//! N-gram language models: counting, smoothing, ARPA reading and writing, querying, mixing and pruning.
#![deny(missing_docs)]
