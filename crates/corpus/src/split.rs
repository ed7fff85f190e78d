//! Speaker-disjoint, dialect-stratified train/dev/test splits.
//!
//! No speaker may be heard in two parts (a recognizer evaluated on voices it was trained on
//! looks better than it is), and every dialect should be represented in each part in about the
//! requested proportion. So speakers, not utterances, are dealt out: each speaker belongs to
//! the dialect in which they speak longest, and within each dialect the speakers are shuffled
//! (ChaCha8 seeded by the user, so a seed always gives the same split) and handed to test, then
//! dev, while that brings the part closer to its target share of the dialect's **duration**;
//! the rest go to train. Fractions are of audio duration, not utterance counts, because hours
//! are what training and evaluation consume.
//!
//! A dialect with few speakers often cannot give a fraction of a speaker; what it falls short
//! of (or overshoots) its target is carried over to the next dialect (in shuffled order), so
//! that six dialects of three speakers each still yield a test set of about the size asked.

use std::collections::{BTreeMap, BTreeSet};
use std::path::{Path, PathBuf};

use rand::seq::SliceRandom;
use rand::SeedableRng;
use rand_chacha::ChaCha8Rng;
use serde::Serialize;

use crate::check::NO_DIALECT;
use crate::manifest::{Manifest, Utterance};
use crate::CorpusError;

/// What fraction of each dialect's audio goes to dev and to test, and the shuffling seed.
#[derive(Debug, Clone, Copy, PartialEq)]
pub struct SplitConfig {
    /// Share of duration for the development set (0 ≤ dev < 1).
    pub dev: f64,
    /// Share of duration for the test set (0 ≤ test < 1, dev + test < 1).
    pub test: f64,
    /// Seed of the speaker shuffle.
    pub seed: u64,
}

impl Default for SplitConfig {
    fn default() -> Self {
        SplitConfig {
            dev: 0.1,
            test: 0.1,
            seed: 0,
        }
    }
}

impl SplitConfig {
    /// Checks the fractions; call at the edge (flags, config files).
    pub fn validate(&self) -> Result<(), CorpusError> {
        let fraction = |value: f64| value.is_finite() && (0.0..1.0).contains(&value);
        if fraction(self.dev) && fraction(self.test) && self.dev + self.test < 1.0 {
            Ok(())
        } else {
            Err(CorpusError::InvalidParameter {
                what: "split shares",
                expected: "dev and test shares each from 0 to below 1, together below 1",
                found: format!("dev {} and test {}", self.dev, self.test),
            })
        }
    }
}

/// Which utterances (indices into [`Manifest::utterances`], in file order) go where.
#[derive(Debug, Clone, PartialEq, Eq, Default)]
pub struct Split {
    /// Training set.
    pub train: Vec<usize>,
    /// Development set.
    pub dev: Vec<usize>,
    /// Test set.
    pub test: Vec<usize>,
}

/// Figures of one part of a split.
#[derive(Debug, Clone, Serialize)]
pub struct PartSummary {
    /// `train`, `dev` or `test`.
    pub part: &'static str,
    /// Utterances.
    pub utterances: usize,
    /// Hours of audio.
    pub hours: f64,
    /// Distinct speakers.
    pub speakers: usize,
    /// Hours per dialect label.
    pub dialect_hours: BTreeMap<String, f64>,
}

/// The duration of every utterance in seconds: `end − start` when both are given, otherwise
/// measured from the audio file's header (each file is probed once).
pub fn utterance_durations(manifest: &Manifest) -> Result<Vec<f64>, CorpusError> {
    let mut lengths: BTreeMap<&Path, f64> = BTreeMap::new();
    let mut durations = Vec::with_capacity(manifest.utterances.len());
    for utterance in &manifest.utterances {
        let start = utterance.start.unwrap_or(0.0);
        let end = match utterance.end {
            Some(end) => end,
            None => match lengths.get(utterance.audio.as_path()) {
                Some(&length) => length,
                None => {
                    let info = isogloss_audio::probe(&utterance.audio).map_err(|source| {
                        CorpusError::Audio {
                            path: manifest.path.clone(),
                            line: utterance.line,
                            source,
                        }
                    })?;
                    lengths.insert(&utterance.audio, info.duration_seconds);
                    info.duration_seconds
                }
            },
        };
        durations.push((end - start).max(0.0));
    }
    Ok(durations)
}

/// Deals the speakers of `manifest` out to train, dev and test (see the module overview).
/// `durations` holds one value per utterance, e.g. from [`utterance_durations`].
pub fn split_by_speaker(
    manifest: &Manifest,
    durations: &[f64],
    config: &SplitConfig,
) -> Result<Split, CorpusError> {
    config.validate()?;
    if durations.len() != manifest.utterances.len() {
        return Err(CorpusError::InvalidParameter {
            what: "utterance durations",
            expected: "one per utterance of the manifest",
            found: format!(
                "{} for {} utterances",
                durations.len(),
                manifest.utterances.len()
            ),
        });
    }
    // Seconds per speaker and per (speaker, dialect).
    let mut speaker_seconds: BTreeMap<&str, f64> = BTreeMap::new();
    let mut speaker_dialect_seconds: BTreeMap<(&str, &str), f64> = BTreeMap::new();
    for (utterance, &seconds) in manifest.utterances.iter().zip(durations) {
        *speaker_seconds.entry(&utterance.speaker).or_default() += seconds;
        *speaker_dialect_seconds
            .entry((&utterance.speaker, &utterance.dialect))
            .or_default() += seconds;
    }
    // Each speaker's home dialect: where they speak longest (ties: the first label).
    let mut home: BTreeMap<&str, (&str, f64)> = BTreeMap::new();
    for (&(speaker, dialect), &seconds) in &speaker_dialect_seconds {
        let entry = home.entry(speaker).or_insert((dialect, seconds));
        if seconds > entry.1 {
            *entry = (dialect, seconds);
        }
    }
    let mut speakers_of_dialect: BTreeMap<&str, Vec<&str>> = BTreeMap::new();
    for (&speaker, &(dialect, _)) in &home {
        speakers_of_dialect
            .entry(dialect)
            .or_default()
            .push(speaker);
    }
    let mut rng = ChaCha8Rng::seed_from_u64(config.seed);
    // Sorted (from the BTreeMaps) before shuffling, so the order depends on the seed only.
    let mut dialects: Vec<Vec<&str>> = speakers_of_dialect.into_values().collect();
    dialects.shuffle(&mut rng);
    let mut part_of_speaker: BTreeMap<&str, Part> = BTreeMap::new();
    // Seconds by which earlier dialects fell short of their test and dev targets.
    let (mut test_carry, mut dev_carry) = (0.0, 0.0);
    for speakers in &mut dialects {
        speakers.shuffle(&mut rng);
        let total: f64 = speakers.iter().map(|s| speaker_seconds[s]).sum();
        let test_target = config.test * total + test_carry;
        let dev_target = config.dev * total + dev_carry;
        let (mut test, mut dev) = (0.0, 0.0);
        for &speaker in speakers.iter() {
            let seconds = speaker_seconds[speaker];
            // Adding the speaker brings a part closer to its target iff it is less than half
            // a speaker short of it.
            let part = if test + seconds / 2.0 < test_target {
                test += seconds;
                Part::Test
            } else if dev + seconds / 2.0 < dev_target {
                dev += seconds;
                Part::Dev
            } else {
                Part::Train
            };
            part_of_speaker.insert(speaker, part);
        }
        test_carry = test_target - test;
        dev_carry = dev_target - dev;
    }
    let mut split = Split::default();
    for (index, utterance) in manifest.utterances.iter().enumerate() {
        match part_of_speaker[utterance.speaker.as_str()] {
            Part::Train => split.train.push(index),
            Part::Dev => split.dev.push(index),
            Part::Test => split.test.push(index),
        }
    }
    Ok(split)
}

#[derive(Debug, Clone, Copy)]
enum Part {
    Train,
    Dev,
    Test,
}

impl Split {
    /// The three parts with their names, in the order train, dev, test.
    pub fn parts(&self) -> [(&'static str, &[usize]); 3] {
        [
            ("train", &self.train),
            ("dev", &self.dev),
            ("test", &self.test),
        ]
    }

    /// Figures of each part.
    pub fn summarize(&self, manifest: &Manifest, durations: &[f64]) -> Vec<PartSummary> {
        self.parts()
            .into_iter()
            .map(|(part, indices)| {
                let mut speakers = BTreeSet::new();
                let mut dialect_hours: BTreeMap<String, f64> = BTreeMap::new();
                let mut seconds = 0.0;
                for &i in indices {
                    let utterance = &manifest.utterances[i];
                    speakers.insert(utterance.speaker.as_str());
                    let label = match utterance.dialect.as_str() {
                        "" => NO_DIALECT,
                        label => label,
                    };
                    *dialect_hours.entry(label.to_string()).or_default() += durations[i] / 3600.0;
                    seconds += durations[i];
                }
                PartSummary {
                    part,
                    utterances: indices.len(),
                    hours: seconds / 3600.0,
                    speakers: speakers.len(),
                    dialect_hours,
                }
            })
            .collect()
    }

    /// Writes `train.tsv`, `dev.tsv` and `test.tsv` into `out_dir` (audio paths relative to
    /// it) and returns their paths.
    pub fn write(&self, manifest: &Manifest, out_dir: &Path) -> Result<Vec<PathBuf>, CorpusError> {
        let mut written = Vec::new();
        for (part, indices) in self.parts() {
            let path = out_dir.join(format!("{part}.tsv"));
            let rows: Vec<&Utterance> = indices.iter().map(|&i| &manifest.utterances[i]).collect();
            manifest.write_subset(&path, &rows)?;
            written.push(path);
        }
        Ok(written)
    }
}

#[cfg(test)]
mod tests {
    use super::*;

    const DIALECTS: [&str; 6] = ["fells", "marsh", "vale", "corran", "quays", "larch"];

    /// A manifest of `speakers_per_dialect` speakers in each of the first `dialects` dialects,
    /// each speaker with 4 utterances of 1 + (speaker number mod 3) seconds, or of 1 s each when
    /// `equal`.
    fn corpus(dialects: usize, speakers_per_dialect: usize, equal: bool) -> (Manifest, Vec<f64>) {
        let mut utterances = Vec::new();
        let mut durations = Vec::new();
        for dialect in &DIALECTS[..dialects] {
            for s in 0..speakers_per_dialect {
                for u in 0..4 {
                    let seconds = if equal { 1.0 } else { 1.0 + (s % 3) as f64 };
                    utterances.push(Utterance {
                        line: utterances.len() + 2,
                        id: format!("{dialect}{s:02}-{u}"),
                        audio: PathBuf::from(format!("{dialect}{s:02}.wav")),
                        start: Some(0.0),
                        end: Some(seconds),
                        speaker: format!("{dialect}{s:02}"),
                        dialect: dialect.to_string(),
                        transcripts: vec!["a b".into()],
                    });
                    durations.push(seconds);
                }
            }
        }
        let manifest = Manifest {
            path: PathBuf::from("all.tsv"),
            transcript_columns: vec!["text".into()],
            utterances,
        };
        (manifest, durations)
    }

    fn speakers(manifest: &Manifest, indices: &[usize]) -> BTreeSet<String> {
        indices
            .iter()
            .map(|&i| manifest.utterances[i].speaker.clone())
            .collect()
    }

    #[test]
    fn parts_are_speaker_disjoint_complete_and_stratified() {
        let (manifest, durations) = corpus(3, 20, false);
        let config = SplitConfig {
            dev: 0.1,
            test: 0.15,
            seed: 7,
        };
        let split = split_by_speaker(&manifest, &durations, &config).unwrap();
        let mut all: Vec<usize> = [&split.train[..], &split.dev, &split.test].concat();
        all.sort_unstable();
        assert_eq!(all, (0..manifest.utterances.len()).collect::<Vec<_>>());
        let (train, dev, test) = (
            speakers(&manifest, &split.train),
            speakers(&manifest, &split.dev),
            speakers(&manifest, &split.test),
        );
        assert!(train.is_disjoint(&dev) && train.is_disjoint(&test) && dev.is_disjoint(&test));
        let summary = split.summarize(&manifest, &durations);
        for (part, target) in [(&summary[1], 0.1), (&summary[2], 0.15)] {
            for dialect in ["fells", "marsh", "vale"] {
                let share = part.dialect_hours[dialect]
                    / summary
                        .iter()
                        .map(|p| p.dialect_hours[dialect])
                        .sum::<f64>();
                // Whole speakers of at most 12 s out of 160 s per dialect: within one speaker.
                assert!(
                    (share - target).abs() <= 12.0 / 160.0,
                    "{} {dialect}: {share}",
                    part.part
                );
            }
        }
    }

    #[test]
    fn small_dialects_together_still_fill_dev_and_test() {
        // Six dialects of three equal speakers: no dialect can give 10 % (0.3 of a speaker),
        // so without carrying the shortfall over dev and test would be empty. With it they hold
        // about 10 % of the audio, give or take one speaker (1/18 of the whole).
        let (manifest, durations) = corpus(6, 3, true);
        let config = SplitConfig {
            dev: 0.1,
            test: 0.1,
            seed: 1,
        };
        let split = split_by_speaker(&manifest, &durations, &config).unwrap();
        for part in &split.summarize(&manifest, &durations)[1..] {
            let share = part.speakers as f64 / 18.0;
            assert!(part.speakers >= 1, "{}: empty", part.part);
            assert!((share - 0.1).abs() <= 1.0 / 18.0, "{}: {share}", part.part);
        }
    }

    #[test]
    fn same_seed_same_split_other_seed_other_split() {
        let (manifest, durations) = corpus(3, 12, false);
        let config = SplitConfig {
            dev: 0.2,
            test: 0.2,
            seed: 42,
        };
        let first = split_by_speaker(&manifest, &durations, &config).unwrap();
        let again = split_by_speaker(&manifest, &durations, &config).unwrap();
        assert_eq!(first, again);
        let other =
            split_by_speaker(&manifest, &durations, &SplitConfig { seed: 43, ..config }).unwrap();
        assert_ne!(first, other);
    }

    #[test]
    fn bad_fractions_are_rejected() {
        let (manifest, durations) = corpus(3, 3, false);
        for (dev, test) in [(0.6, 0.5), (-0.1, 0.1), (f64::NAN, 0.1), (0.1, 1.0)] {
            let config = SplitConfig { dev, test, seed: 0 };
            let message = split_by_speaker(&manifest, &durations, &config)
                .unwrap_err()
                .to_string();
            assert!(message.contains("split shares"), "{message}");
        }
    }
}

····················

• **What is expected**: Nothing but the lines from the top of the records down to the line with "was trained on" belongs in the answer; repeat them exactly.

• **Result of the task**:
//! N-gram language models: counting, smoothing, ARPA reading and writing, querying, mixing and pruning.
#![deny(missing_docs)]
filename crates/corpus/src/split.rs
repository ed7fff85f190e78d
//! Speaker-disjoint, dialect-stratified train/dev/test splits.
//!
//! No speaker may be heard in two parts (a recognizer evaluated on voices it was trained on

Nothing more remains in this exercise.